**What this task involves:** Nothing outside the stretch is wanted. Repeat exactly the lines of the listing below from the one that contains "rates = job.rabi_max" through the one that contains "keep = sequence.angles > _NO_ANGLE", both ends included.

**Provided records:**
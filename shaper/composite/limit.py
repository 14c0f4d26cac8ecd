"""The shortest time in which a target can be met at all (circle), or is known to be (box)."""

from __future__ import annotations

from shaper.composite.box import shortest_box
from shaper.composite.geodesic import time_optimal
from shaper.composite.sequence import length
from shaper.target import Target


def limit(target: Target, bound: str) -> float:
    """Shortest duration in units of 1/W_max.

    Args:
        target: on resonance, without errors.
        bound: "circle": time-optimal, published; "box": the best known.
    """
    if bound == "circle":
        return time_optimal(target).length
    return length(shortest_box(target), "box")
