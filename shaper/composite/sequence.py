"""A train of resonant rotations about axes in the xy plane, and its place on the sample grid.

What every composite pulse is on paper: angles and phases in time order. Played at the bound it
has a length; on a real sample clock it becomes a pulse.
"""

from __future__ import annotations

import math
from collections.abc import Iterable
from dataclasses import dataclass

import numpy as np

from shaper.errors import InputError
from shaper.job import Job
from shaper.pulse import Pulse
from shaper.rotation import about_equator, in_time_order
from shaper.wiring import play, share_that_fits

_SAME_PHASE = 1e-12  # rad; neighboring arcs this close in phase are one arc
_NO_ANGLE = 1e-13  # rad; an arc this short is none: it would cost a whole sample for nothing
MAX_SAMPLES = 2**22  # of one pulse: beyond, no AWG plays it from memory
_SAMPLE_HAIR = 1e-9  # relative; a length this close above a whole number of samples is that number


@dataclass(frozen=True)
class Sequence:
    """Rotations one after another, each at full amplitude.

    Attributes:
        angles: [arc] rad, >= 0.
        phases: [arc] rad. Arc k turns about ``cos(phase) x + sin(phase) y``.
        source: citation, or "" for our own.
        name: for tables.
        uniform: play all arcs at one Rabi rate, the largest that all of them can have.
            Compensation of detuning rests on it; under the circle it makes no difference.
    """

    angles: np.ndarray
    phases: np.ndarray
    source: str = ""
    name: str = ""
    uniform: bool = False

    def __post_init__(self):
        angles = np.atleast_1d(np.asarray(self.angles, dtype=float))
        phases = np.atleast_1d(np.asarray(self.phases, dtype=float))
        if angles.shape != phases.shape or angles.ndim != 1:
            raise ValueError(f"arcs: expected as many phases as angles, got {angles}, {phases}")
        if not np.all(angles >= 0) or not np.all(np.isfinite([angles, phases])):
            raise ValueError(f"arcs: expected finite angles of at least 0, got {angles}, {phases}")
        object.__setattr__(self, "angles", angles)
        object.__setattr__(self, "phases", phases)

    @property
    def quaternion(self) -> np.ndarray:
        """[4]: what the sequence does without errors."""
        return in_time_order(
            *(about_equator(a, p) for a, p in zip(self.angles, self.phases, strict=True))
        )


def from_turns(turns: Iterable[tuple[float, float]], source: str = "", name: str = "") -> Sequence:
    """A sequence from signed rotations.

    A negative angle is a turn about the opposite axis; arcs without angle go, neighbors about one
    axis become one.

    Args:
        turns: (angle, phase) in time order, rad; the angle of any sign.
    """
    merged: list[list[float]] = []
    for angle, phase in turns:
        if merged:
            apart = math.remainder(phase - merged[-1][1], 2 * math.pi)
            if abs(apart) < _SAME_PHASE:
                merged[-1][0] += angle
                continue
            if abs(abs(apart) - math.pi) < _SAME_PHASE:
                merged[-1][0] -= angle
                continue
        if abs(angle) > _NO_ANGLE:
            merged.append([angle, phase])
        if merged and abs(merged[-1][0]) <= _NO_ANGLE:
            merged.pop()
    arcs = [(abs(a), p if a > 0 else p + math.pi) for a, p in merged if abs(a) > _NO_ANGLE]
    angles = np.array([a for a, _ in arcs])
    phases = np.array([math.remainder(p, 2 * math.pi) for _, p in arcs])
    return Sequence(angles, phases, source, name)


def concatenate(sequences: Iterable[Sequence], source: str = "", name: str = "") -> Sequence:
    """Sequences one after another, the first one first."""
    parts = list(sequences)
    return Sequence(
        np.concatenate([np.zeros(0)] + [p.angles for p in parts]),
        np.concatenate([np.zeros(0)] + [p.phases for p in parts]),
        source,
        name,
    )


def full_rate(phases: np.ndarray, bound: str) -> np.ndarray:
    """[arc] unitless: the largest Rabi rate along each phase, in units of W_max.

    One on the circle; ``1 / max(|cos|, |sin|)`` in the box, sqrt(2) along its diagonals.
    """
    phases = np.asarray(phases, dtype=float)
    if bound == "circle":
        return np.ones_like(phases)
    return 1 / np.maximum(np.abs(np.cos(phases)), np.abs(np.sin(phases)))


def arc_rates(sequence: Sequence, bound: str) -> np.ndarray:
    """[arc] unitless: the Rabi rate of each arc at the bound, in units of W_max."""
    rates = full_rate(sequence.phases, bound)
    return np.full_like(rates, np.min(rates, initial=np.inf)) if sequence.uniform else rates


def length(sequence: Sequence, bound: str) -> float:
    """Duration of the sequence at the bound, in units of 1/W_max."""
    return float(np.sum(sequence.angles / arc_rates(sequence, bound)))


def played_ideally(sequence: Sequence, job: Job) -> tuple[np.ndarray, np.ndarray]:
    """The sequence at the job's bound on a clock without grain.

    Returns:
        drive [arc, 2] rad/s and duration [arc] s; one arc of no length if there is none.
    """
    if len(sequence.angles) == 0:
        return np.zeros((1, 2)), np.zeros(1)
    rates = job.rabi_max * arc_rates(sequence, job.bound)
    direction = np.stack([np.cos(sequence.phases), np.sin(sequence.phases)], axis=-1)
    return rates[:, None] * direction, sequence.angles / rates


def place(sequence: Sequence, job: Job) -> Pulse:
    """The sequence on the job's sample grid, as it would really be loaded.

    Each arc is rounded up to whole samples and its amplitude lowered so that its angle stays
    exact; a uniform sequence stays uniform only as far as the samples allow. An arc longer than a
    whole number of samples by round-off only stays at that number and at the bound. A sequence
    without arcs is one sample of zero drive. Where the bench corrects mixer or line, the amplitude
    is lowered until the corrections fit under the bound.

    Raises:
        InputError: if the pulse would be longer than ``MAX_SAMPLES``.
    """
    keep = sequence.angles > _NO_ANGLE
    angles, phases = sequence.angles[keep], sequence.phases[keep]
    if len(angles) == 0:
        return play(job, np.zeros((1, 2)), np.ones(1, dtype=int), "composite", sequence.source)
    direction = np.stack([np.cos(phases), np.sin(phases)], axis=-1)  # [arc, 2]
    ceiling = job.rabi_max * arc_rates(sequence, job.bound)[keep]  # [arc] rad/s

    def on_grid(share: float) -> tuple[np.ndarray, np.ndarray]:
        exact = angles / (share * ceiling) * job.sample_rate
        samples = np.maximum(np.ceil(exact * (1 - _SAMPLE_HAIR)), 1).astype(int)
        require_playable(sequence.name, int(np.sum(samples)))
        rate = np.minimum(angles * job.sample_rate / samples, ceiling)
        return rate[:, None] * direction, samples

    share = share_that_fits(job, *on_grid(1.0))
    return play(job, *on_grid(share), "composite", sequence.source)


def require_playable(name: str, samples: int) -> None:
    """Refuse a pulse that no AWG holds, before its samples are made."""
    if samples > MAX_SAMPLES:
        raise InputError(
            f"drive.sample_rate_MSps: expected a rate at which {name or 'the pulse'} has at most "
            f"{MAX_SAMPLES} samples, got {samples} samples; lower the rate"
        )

**Result:**
    rates = job.rabi_max * arc_rates(sequence, job.bound)
    direction = np.stack([np.cos(sequence.phases), np.sin(sequence.phases)], axis=-1)
    return rates[:, None] * direction, sequence.angles / rates


def place(sequence: Sequence, job: Job) -> Pulse:
    """The sequence on the job's sample grid, as it would really be loaded.

    Each arc is rounded up to whole samples and its amplitude lowered so that its angle stays
    exact; a uniform sequence stays uniform only as far as the samples allow. An arc longer than a
    whole number of samples by round-off only stays at that number and at the bound. A sequence
    without arcs is one sample of zero drive. Where the bench corrects mixer or line, the amplitude
    is lowered until the corrections fit under the bound.

    Raises:
        InputError: if the pulse would be longer than ``MAX_SAMPLES``.
    """
    keep = sequence.angles > _NO_ANGLE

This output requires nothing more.